:: Problem to work on ::
Every line below that carries the word "ifNoneMatch" needs to be copied.

:: Provided data ::
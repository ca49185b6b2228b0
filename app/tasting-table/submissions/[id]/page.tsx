import type { Metadata } from 'next';
import Link from 'next/link';
import { notFound } from 'next/navigation';
import { FlagList } from '@/components/practicals/flag-list';
import { ReviewSummary } from '@/components/practicals/practical-history';
import { PRACTICAL_STATUS_LABEL, PRACTICAL_STATUS_TONE } from '@/components/practicals/practical-status';
import { BackToTable } from '@/components/tasting-table/back-to-table';
import { BatchDetails } from '@/components/tasting-table/batch-details';
import { PhotoViewer } from '@/components/tasting-table/photo-viewer';
import { DecisionPanel } from '@/components/tasting-table/decision-panel';
import { Badge } from '@/components/ui/badge';
import { Card } from '@/components/ui/card';
import { requirePageRole } from '@/lib/auth/guard';
import { computeExpectations } from '@/lib/practicals/checks';
import { fetchSubmission } from '@/lib/practicals/data';
import { decisionRightFor } from '@/lib/practicals/service';
import { formatDateTime, formatShortDate } from '@/lib/local-time';
import { getProgramIdentity } from '@/lib/program/settings';
import { batchName, batchTitle } from '@/lib/practicals/words';

export const metadata: Metadata = { title: 'Practical batch at the Tasting table' };

export default async function SubmissionPage({ params }: { params: Promise<{ id: string }> }) {
  const { id } = await params;
  const viewer = await requirePageRole(`/tasting-table/submissions/${id}`, 'instructor');
  if (!/^\d{1,10}$/.test(id)) notFound();
  const [submission, right, program] = await Promise.all([fetchSubmission({ id: Number(id) }), decisionRightFor(viewer, Number(id)), getProgramIdentity()]);
  if (!submission || !right) notFound();
  const { round, earlierRounds, learner, course, workshop } = submission;
  // Times in the learner's workshop's zone, or the program's for a learner without a workshop.
  const timeZone = workshop?.timeZone ?? program.timeZone;
  const when = (iso: string) => formatDateTime(iso, timeZone);
  const expected = computeExpectations(round.details);

  return (
    <div className="space-y-6">
      <p className="text-sm">
        <BackToTable />
      </p>
      <header className="space-y-1">
        <h1 className="text-3xl font-bold">
          {learner.name}, {batchName(round.round)}
        </h1>
        <p className="flex flex-wrap items-center gap-2 text-ink-soft">
          <Badge tone={PRACTICAL_STATUS_TONE[round.status]}>{PRACTICAL_STATUS_LABEL[round.status]}</Badge>
          <span>
            {course.title} · sent {when(round.submittedAt)}
            {workshop ? ` · workshop ${formatShortDate(workshop.startsAt, workshop.timeZone)}, ${workshop.place.split(',')[0]}` : ' · self-paced'}
          </span>
        </p>
      </header>

      <div className="grid gap-6 lg:grid-cols-2">
        <div className="space-y-4">
          <PhotoViewer photos={round.photos} label={`Photos of the ${batchName(round.round)}`} />
          <FlagList flags={round.flags} title="Numbers to double-check" />
        </div>
        <BatchDetails details={round.details} expected={expected} />
      </div>

      {round.reviews.length ? (
        <Card title="Review">
          {round.reviews.map((r) => (
            <ReviewSummary key={r.id} review={r} timeZone={timeZone} />
          ))}
        </Card>
      ) : null}
      {round.status === 'submitted' ? (
        <Card title="Rubric and decision">
          <DecisionPanel practicalId={round.id} round={round.round} right={right} claim={submission.claim} viewer={viewer} />
        </Card>
      ) : null}

      {earlierRounds.length ? (
        <section aria-labelledby="earlier-batches" className="space-y-3">
          <h2 id="earlier-batches" className="text-xl font-bold">
            Earlier batches
          </h2>
          {earlierRounds.map((r) => (
            <Card key={r.id} title={`${batchTitle(r.round)}: ${PRACTICAL_STATUS_LABEL[r.status]}`}>
              <div className="space-y-3">
                <p className="text-sm text-ink-soft">
                  Sent {when(r.submittedAt)}. <Link href={`/tasting-table/submissions/${r.id}`}>Open the {batchName(r.round)}</Link>
                </p>
                <FlagList flags={r.flags} title={`To double-check on the ${batchName(r.round)}`} level="h3" />
                {r.reviews.map((review) => (
                  <ReviewSummary key={review.id} review={review} timeZone={timeZone} />
                ))}
              </div>
            </Card>
          ))}
        </section>
      ) : null}
    </div>
  );
}
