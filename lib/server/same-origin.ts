const UNSAFE_METHODS = new Set(['POST', 'PUT', 'PATCH', 'DELETE']);

export const CROSS_SITE_MESSAGE = 'Brinewright does not accept changes sent from another website. Open Brinewright itself and try again there.';

/**
 * Whether a request that changes something came from a page of another site, as the browser tells
 * it: Sec-Fetch-Site when sent, else the Origin header against the app's own origins. A request
 * with neither header (a script, a test, the payment service) is let through; its cookies were not
 * sent by a browser on someone's behalf.
 */
export function isCrossSite(request: Request, appOrigins: () => readonly string[]): boolean {
  if (!UNSAFE_METHODS.has(request.method.toUpperCase())) return false;
  const site = request.headers.get('sec-fetch-site');
  if (site) return site !== 'same-origin' && site !== 'none';
  const origin = request.headers.get('origin');
  if (origin === null) return false;
  if (origin === new URL(request.url).origin) return false;
  return !appOrigins().includes(origin);
}
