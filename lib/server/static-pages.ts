// The production server's answer for fully static pages (the pages `next build` prerendered once,
// with no revalidation): the same status, headers and bytes Next gave for the same kind of request,
// recorded from Next itself and then served from memory. Next answers a prerendered page from its
// own cache too, but walks its whole router for every request (about 1 ms of CPU each here) and
// gzips the page again for every browser; this answers in a few hundredths of that.
//
// Only plain page loads take this path: GET or HEAD, no query string, no router (RSC) or server
// action header, no draft-mode cookie. At most four variants of a page are kept: gzip or not (what
// the client accepts, read from Accept-Encoding as RFC 9110 §12.5.3 says; Next's own answer to
// `Accept-Encoding: gzip` or to none is recorded), each with or without X-Forwarded-Proto https
// (which adds HSTS). Anything else, and every request before its variant is recorded, goes to Next
// unchanged.
//
// Pure decisions (which pages, which requests, the 304) are functions here with unit tests;
// server.ts wires them to node:http.
import type { IncomingHttpHeaders, IncomingMessage, ServerResponse } from 'node:http';

/** The header the server sends its recording requests with: they always go to Next. */
export const RECORD_HEADER = 'x-brinewright-record';
/** Marks an answer from memory (like a proxy's X-Cache), for tests and for someone reading headers. */
export const HIT_HEADER = 'x-brinewright-cache';

/** A page entry of `<distDir>/prerender-manifest.json` (the fields read here). */
type ManifestRoute = {
  routeType?: string;
  initialRevalidateSeconds?: number | false;
  initialStatus?: number;
  response?: string;
};
export type PrerenderManifest = { routes?: Record<string, ManifestRoute> };

/**
 * The paths of the pages built once and never revalidated: page routes, complete, answered 200.
 * The not-found and global-error pages are prerendered too but are not addresses of their own.
 */
export function staticPagePaths(manifest: PrerenderManifest): string[] {
  return Object.entries(manifest.routes ?? {})
    .filter(([route, r]) => {
      if (r.routeType !== 'page' || r.initialRevalidateSeconds !== false) return false;
      if (r.initialStatus !== undefined && r.initialStatus !== 200) return false;
      if (r.response !== undefined && r.response !== 'complete') return false;
      return !route.startsWith('/_');
    })
    .map(([route]) => route)
    .sort();
}

/**
 * Which recorded variant answers this request, or null when Next must answer it: not a static
 * page, not a plain GET/HEAD page load, or carrying anything that changes Next's answer.
 */
export function variantFor(method: string | undefined, url: string | undefined, headers: IncomingHttpHeaders, pages: ReadonlySet<string>): { path: string; variant: string } | null {
  if (method !== 'GET' && method !== 'HEAD') return null;
  if (!url || url.includes('?') || !pages.has(url)) return null;
  for (const name of Object.keys(headers)) {
    // rsc and next-router-* (client navigation), next-action (server actions), x-next*,
    // x-prerender-revalidate and x-middleware-* (Next's internal requests), our own recordings.
    if (name === 'rsc' || name.startsWith('next-') || name.startsWith('x-next') || name.startsWith('x-prerender') || name.startsWith('x-middleware') || name === RECORD_HEADER) return null;
  }
  if (typeof headers.cookie === 'string' && headers.cookie.includes('__prerender_bypass')) return null;
  const encoding = acceptedEncoding(typeof headers['accept-encoding'] === 'string' ? headers['accept-encoding'] : undefined);
  if (encoding === null) return null;
  const https = headers['x-forwarded-proto'] === 'https';
  return { path: url, variant: `${https ? 'https' : 'http'} ${encoding}` };
}

/**
 * 'gzip' when the client accepts gzip at least as much as an uncompressed answer, '' for an
 * uncompressed answer, null when it accepts neither (Next answers those). No header, or an empty
 * one, means uncompressed, as Next's compression does. Codings other than gzip and identity are
 * never chosen: a client that prefers br or deflate but accepts gzip gets gzip, which it accepts.
 */
export function acceptedEncoding(header: string | undefined): 'gzip' | '' | null {
  if (!header || !header.trim()) return '';
  const q: Record<string, number> = {};
  for (const part of header.split(',')) {
    const [name, ...params] = part.trim().toLowerCase().split(';');
    if (!name) continue;
    const qParam = params.map((p) => p.trim()).find((p) => p.startsWith('q='));
    const value = qParam === undefined ? 1 : Number(qParam.slice(2));
    q[name.trim()] = Number.isFinite(value) ? Math.min(Math.max(value, 0), 1) : 0;
  }
  const gzip = q.gzip ?? q['x-gzip'] ?? q['*'] ?? 0;
  // Unnamed, no coding weighs as the lowest weight the client gave (as the negotiator in Next's
  // compression reckons it), so `gzip;q=0.5` alone still means gzip.
  const lowest = Math.min(1, ...Object.values(q).filter((v) => v > 0));
  const identity = q.identity ?? (q['*'] === 0 ? 0 : lowest);
  if (gzip > 0 && gzip >= identity) return 'gzip';
  if (identity > 0) return '';
  return gzip > 0 ? 'gzip' : null;
}

/** The headers to send with a recorded variant: its request's Accept-Encoding and X-Forwarded-Proto. */
export function recordingHeaders(variant: string): Record<string, string> {
  const space = variant.indexOf(' ');
  const headers: Record<string, string> = { [RECORD_HEADER]: '1' };
  if (variant.slice(0, space) === 'https') headers['x-forwarded-proto'] = 'https';
  // Node's client sends no Accept-Encoding of its own, so the uncompressed variant asks with none.
  if (variant.slice(space + 1) === 'gzip') headers['accept-encoding'] = 'gzip';
  return headers;
}

export type RecordedPage = {
  status: number;
  /** Header names and values in Next's order (a flat list, repeated names kept), without the per-connection ones. */
  headers: string[];
  /** The same with the body's Content-Length, for a 200. */
  headersWithLength: string[];
  etag: string | undefined;
  body: Buffer;
};

// Written per response by Node itself (Date, the connection's), or recomputed (Content-Length).
const PER_RESPONSE = new Set(['date', 'connection', 'keep-alive', 'transfer-encoding', 'content-length']);

/**
 * Keeps a response of Next for reuse, or null when it must not be reused: anything but a 200 of a
 * prerendered page, or one that sets a cookie or says private / no-store.
 */
export function recordable(status: number, rawHeaders: string[], body: Buffer): RecordedPage | null {
  if (status !== 200) return null;
  const headers: string[] = [];
  let prerendered = false;
  let etag: string | undefined;
  for (let i = 0; i < rawHeaders.length; i += 2) {
    const name = rawHeaders[i].toLowerCase();
    const value = rawHeaders[i + 1];
    if (name === 'set-cookie') return null;
    if (name === 'cache-control' && /private|no-store|no-cache/i.test(value)) return null;
    if (name === 'x-nextjs-prerender') prerendered = true;
    if (name === 'etag') etag = value;
    if (!PER_RESPONSE.has(name)) headers.push(rawHeaders[i], value);
  }
  if (!prerendered) return null;
  headers.push(HIT_HEADER, 'hit');
  return { status, headers, headersWithLength: [...headers, 'Content-Length', String(body.length)], etag, body };
}

/** True when the request's If-None-Match names the page's ETag (or *), as Next's own 304 decides. */
export function notModified(ifNoneMatch: string | string[] | undefined, etag: string | undefined): boolean {
  if (!etag || typeof ifNoneMatch !== 'string') return false;
  if (ifNoneMatch.trim() === '*') return true;
  const strip = (tag: string) => tag.trim().replace(/^W\//, '');
  const want = strip(etag);
  return ifNoneMatch.split(',').some((tag) => strip(tag) === want);
}

/** The memory of recorded pages: per path, its (at most four) variants. */
export class StaticPageCache {
  readonly pages: ReadonlySet<string>;
  private readonly recorded = new Map<string, Map<string, RecordedPage>>();
  private readonly pending = new Set<string>();

  constructor(paths: Iterable<string>) {
    this.pages = new Set(paths);
  }

  get(path: string, variant: string): RecordedPage | undefined {
    return this.recorded.get(path)?.get(variant);
  }

  /** Whether a miss for this variant should start a recording (none running for it). */
  shouldRecord(path: string, variant: string): boolean {
    const key = `${path}\n${variant}`;
    if (this.pending.has(key)) return false;
    this.pending.add(key);
    return true;
  }

  /** Ends a recording started by shouldRecord: keeps the page, or (null) lets a later miss try again. */
  finish(path: string, variant: string, page: RecordedPage | null): void {
    this.pending.delete(`${path}\n${variant}`);
    if (!page) return;
    let variants = this.recorded.get(path);
    if (!variants) this.recorded.set(path, (variants = new Map()));
    variants.set(variant, page);
  }

  get size(): number {
    let n = 0;
    for (const variants of this.recorded.values()) n += variants.size;
    return n;
  }
}

/** Writes a recorded page: a 304 when the client has it, headers only for HEAD. */
export function sendRecorded(req: IncomingMessage, res: ServerResponse, page: RecordedPage): void {
  if (notModified(req.headers['if-none-match'], page.etag)) {
    res.writeHead(304, page.headers);
    res.end();
    return;
  }
  res.writeHead(page.status, page.headersWithLength);
  res.end(req.method === 'HEAD' ? undefined : page.body);
}
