import { afterAll, beforeAll, beforeEach, describe, expect, it } from 'vitest';
import { WAIVER_REFUSED } from '@/lib/enrollment/waivers';
import { POST as enrollPOST } from '@/app/api/enrollments/route';
import { POST as refundPOST } from '@/app/api/enrollments/[id]/refund/route';
import { GET as workshopsGET } from '@/app/api/courses/[course]/workshops/route';
import { POST as webhookPOST } from '@/app/api/webhooks/payments/route';
import { startFakePayments } from '@/fakes/payments/server';
import { getCourse } from '@/lib/content';
import { releaseStaleCheckouts } from '@/lib/payments/reconcile';
import { db } from '@/models';
import { createCourses, createUser, resetDatabase } from '../support/db';
import { jsonRequest, params } from '../support/request';
import { actAs } from '../support/session';
import { API_KEY, WEBHOOK_SECRET, payWithCard, sessionIdOf, signedHeader, startHarness, type Harness } from '../support/enrollment-fakes';

// Brinewright's own practice cards (fakes/payments/cards.ts): 4600 4600 4600 4604 pays, 4600 4600 9090 9096 is turned down.
const GOOD = '4600 4600 4600 4604';
const DECLINED = '4600 4600 9090 9096';

let h: Harness;
let courseId: number;
let workshopId: number;

beforeAll(async () => {
  h = await startHarness();
});
afterAll(async () => {
  await h?.close();
});

beforeEach(async () => {
  await resetDatabase();
  actAs(null);
  const { flagship } = await createCourses();
  courseId = flagship.id;
  const instructor = await createUser('instructor');
  const startsAt = new Date(Date.now() + 10 * 86_400_000);
  const w = await db().Workshop.create({
    courseId,
    instructorId: instructor.id,
    startsAt,
    endsAt: new Date(startsAt.getTime() + 5 * 3600_000),
    timeZone: 'America/Denver',
    place: 'Grange Hall, 14 Mill Road',
    seats: 12,
  });
  workshopId = w.id;
});
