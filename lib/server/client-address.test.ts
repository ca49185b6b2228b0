import { describe, expect, it } from 'vitest';
import { applyClientAddress, socketAddress } from './client-address';

describe('the client address the app sees', () => {
  it('without a trusted proxy a client cannot choose it: X-Forwarded-For becomes the connection’s address', () => {
    const headers: Record<string, string> = { 'x-forwarded-for': '198.51.100.7, 10.0.0.1', 'x-real-ip': '198.51.100.8', accept: 'text/html' };
    applyClientAddress(headers, '::ffff:203.0.113.5', false);
    expect(headers).toEqual({ 'x-forwarded-for': '203.0.113.5', accept: 'text/html' });
  });

  it('a request with no header gets one too', () => {
    const headers: Record<string, string> = {};
    applyClientAddress(headers, '2001:db8::1', false);
    expect(headers['x-forwarded-for']).toBe('2001:db8::1');
  });

  it('behind a trusted proxy (TRUST_PROXY=true) the proxy’s header is kept as it came', () => {
    const headers: Record<string, string> = { 'x-forwarded-for': '198.51.100.7', 'x-real-ip': '198.51.100.7' };
    applyClientAddress(headers, '127.0.0.1', true);
    expect(headers).toEqual({ 'x-forwarded-for': '198.51.100.7', 'x-real-ip': '198.51.100.7' });
  });

  it('writes addresses as people do: IPv4 without the ::ffff: of a dual-stack socket, IPv6 as is', () => {
    expect(socketAddress('::ffff:127.0.0.1')).toBe('127.0.0.1');
    expect(socketAddress('::1')).toBe('::1');
    expect(socketAddress('::ffff:abcd')).toBe('::ffff:abcd');
    expect(socketAddress(undefined)).toBe('unknown');
  });
});
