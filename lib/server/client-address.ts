// Which client address the app sees (the sign-in and verification throttles key on it, through
// clientAddress() in lib/auth/options.ts, which reads the first X-Forwarded-For entry).
//
// Only the app server (server.ts) knows the connection's own address. Unless a proxy in front is
// trusted (TRUST_PROXY=true, and then the proxy must overwrite X-Forwarded-For with the address it
// saw), the headers a client sent are replaced by the connection's address before Next reads them,
// so that nobody chooses their own address for the per-address counts.
import type { IncomingHttpHeaders } from 'node:http';

/** The connection's address as people write it: an IPv4 client on a dual-stack socket without ::ffff:. */
export function socketAddress(remoteAddress: string | undefined): string {
  if (!remoteAddress) return 'unknown';
  return remoteAddress.startsWith('::ffff:') && remoteAddress.includes('.') ? remoteAddress.slice(7) : remoteAddress;
}

/** Sets X-Forwarded-For to the connection's address (dropping X-Real-IP) unless the proxy is trusted. */
export function applyClientAddress(headers: IncomingHttpHeaders, remoteAddress: string | undefined, trustProxy: boolean): void {
  if (trustProxy) return;
  headers['x-forwarded-for'] = socketAddress(remoteAddress);
  delete headers['x-real-ip'];
}
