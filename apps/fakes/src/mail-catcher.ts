import { randomUUID } from "node:crypto";
import http from "node:http";
import type { AddressInfo } from "node:net";
import { simpleParser } from "mailparser";
import { SMTPServer } from "smtp-server";

export type CaughtMessage = {
  id: string;
  to: string[];
  from: string;
  subject: string;
  text: string;
  html: string;
  receivedAt: string;
};

export type MailCatcher = {
  smtpPort: number;
  httpPort: number;
  httpUrl: string;
  messages(): CaughtMessage[];
  /** Resolves with the first message (already caught or arriving) that matches. */
  waitFor(match: (m: CaughtMessage) => boolean, timeoutMs?: number): Promise<CaughtMessage>;
  clear(): void;
  stop(): Promise<void>;
};

/**
 * A local stand-in for an SMTP provider: accepts every message on 127.0.0.1 without TLS or
 * authentication, keeps them in memory (newest last, at most `keep`), and lists them over HTTP:
 * GET /messages, GET /messages/:id, DELETE /messages.
 */
export async function startMailCatcher(options: { smtpPort?: number; httpPort?: number; keep?: number } = {}): Promise<MailCatcher> {
  const keep = options.keep ?? 1000;
  const store: CaughtMessage[] = [];
  const waiters = new Set<{ match: (m: CaughtMessage) => boolean; resolve: (m: CaughtMessage) => void }>();

  const smtp = new SMTPServer({
    authOptional: true,
    disabledCommands: ["STARTTLS", "AUTH"],
    logger: false,
    size: 10 * 1024 * 1024,
    onData(stream, session, callback) {
      simpleParser(stream)
        .then((parsed) => {
          const to = (session.envelope.rcptTo ?? []).map((r) => r.address);
          const msg: CaughtMessage = {
            id: randomUUID(),
            to,
            from: parsed.from?.text ?? session.envelope.mailFrom?.toString() ?? "",
            subject: parsed.subject ?? "",
            text: parsed.text ?? "",
            html: typeof parsed.html === "string" ? parsed.html : "",
            receivedAt: new Date().toISOString(),
          };
          store.push(msg);
          if (store.length > keep) store.splice(0, store.length - keep);
          for (const w of [...waiters]) {
            if (w.match(msg)) {
              waiters.delete(w);
              w.resolve(msg);
            }
          }
          callback();
        })
        .catch((err: Error) => callback(err));
    },
  });
  await new Promise<void>((resolve, reject) => {
    smtp.once("error", reject);
    smtp.listen(options.smtpPort ?? 0, "127.0.0.1", () => resolve());
  });
  const smtpPort = (smtp.server.address() as AddressInfo).port;

  const web = http.createServer((req, res) => {
    const url = new URL(req.url ?? "/", "http://localhost");
    const send = (status: number, body: unknown) => {
      res.writeHead(status, { "Content-Type": "application/json" });
      res.end(JSON.stringify(body));
    };
    if (req.method === "GET" && url.pathname === "/messages") return send(200, { items: [...store].reverse() });
    if (req.method === "DELETE" && url.pathname === "/messages") {
      store.length = 0;
      return send(200, { ok: true });
    }
    const m = /^\/messages\/([\w-]+)$/.exec(url.pathname);
    if (req.method === "GET" && m) {
      const found = store.find((s) => s.id === m[1]);
      return found ? send(200, found) : send(404, { error: "not found" });
    }
    send(404, { error: "not found" });
  });
  await new Promise<void>((resolve, reject) => {
    web.once("error", reject);
    web.listen(options.httpPort ?? 0, "127.0.0.1", () => resolve());
  });
  const httpPort = (web.address() as AddressInfo).port;

  return {
    smtpPort,
    httpPort,
    httpUrl: `http://127.0.0.1:${httpPort}`,
    messages: () => [...store],
    clear: () => {
      store.length = 0;
    },
    waitFor(match, timeoutMs = 15_000) {
      const found = store.find(match);
      if (found) return Promise.resolve(found);
      return new Promise((resolve, reject) => {
        const w = { match, resolve: (msg: CaughtMessage) => (clearTimeout(timer), resolve(msg)) };
        const timer = setTimeout(() => {
          waiters.delete(w);
          reject(new Error(`no matching e-mail within ${timeoutMs} ms (caught ${store.length})`));
        }, timeoutMs);
        waiters.add(w);
      });
    },
    async stop() {
      await new Promise<void>((resolve) => smtp.close(() => resolve()));
      await new Promise<void>((resolve) => web.close(() => resolve()));
    },
  };
}
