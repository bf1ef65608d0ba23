import type { DocumentListItem, Page } from "@tagloom/contracts";
import { infiniteQueryOptions, useInfiniteQuery } from "@tanstack/react-query";
import { api } from "@/lib/api-client";

export type CandidateFilter = { q?: string; status?: "none" | "in_progress" | "submitted" | "gold" };

/** Documents of a corpus to pick for a batch, oldest first. */
export const getBatchCandidates = (orgId: string, corpusId: string, filter: CandidateFilter, cursor?: string) =>
  api.get<Page<DocumentListItem>>(`/orgs/${orgId}/corpora/${corpusId}/documents`, {
    query: { cursor, limit: 200, sort: "created", dir: "asc", q: filter.q, status: filter.status },
  });

export const batchCandidatesQueryOptions = (orgId: string, corpusId: string, filter: CandidateFilter) =>
  infiniteQueryOptions({
    queryKey: ["orgs", orgId, "corpora", corpusId, "batch-candidates", filter],
    queryFn: ({ pageParam }) => getBatchCandidates(orgId, corpusId, filter, pageParam),
    initialPageParam: undefined as string | undefined,
    getNextPageParam: (last) => last.nextCursor ?? undefined,
  });

export function useBatchCandidates(orgId: string, corpusId: string | null, filter: CandidateFilter) {
  return useInfiniteQuery({ ...batchCandidatesQueryOptions(orgId, corpusId ?? "", filter), enabled: corpusId !== null });
}
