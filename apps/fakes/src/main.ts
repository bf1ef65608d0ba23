import { startMailCatcher } from "./mail-catcher";
import { startPaymentsFake } from "./payments/payments-fake";

// Starts every local stand-in for a hosted service (used by `npm start`).
function port(name: string, fallback: number): number {
  const v = process.env[name];
  const n = v ? Number(v) : fallback;
  if (!Number.isInteger(n) || n < 1 || n > 65535) {
    console.error(`${name} must be a port number, got ${v}`);
    process.exit(1);
  }
  return n;
}

const smtpPort = port("SMTP_PORT", 2525);
const mailHttpPort = port("MAIL_CATCHER_PORT", 2580);
const paymentsPort = port("PAYMENTS_PORT", 2590);
const appPort = port("PORT", 8080);
// Where the payments fake keeps its customers, subscriptions and invoices between restarts:
// `--payments-state FILE` or PAYMENTS_STATE_FILE (npm start puts it in the data dir); none: memory only.
const stateArg = process.argv.indexOf("--payments-state");
const paymentsStateFile = (stateArg >= 0 ? process.argv[stateArg + 1] : undefined) || process.env.PAYMENTS_STATE_FILE || undefined;
try {
  const mail = await startMailCatcher({ smtpPort, httpPort: mailHttpPort });
  console.log(`mail catcher: SMTP 127.0.0.1:${mail.smtpPort}, messages at ${mail.httpUrl}/messages`);
  const payments = await startPaymentsFake({
    port: paymentsPort,
    secretKey: process.env.STRIPE_SECRET_KEY || undefined,
    webhookSecret: process.env.STRIPE_WEBHOOK_SECRET || undefined,
    webhookUrl: process.env.PAYMENTS_WEBHOOK_URL || `http://127.0.0.1:${appPort}/api/billing/webhook`,
    stateFile: paymentsStateFile,
  });
  console.log(`payments fake: API and test checkout pages at ${payments.url}${paymentsStateFile ? `, state in ${paymentsStateFile}` : ""}`);
  const stop = () => void Promise.all([mail.stop(), payments.stop()]).then(() => process.exit(0));
  process.on("SIGTERM", stop);
  process.on("SIGINT", stop);
} catch (err) {
  const e = err as NodeJS.ErrnoException;
  if (e.code === "EADDRINUSE") {
    console.error(`a fake's port is taken (SMTP ${smtpPort}, catcher HTTP ${mailHttpPort}, payments ${paymentsPort}); choose others with SMTP_PORT, MAIL_CATCHER_PORT and PAYMENTS_PORT`);
  } else {
    console.error(e);
  }
  process.exit(1);
}
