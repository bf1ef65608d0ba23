import nodemailer from "nodemailer";
import { afterAll, beforeAll, describe, expect, it } from "vitest";
import { type MailCatcher, startMailCatcher } from "./mail-catcher";

let catcher: MailCatcher;
beforeAll(async () => {
  catcher = await startMailCatcher();
});
afterAll(async () => {
  await catcher.stop();
});

describe("mail catcher", () => {
  it("keeps a message sent over SMTP and lists it over HTTP", async () => {
    const transport = nodemailer.createTransport({ host: "127.0.0.1", port: catcher.smtpPort, secure: false, ignoreTLS: true });
    await transport.sendMail({ from: "a@example.test", to: "b@example.test", subject: "Hello", text: "Body text", html: "<p>Body</p>" });
    const msg = await catcher.waitFor((m) => m.subject === "Hello");
    expect(msg.to).toEqual(["b@example.test"]);
    expect(msg.text.trim()).toBe("Body text");
    const list = (await (await fetch(`${catcher.httpUrl}/messages`)).json()) as { items: { id: string }[] };
    expect(list.items.map((m) => m.id)).toContain(msg.id);
    const one = await fetch(`${catcher.httpUrl}/messages/${msg.id}`);
    expect(one.status).toBe(200);
    expect((await fetch(`${catcher.httpUrl}/messages/nope`)).status).toBe(404);
  });
});
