import type { ExportQuery } from "@tagloom/contracts";

/**
 * The address of a streamed export. Exports are downloaded by the browser itself (a link with
 * `download`), not fetched into memory through the API client: the file may be far larger than a
 * page should hold, and the browser writes it to disk as it arrives.
 */
export function exportUrl(orgId: string, corpusId: string, query: ExportQuery): string {
  const qs = new URLSearchParams({ format: query.format, split: query.split });
  return `/api/orgs/${orgId}/corpora/${corpusId}/exports?${qs.toString()}`;
}
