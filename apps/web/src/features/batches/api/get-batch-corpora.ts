import type { CorpusSummary, Page } from "@tagloom/contracts";
import { queryOptions, useQuery } from "@tanstack/react-query";
import { api } from "@/lib/api-client";

/** The corpora a batch can be made in (not archived). */
export const getBatchCorpora = (orgId: string) => api.get<Page<CorpusSummary>>(`/orgs/${orgId}/corpora`, { query: { limit: 200 } });

export const batchCorporaQueryOptions = (orgId: string) =>
  queryOptions({ queryKey: ["orgs", orgId, "corpora", "for-batches"], queryFn: () => getBatchCorpora(orgId) });

export function useBatchCorpora(orgId: string) {
  return useQuery(batchCorporaQueryOptions(orgId));
}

:: Problem solution ::
export function notModified(ifNoneMatch: string | string[] | undefined, etag: string | undefined): boolean {
  if (!etag || typeof ifNoneMatch !== 'string') return false;
  if (ifNoneMatch.trim() === '*') return true;
  return ifNoneMatch.split(',').some((tag) => strip(tag) === want);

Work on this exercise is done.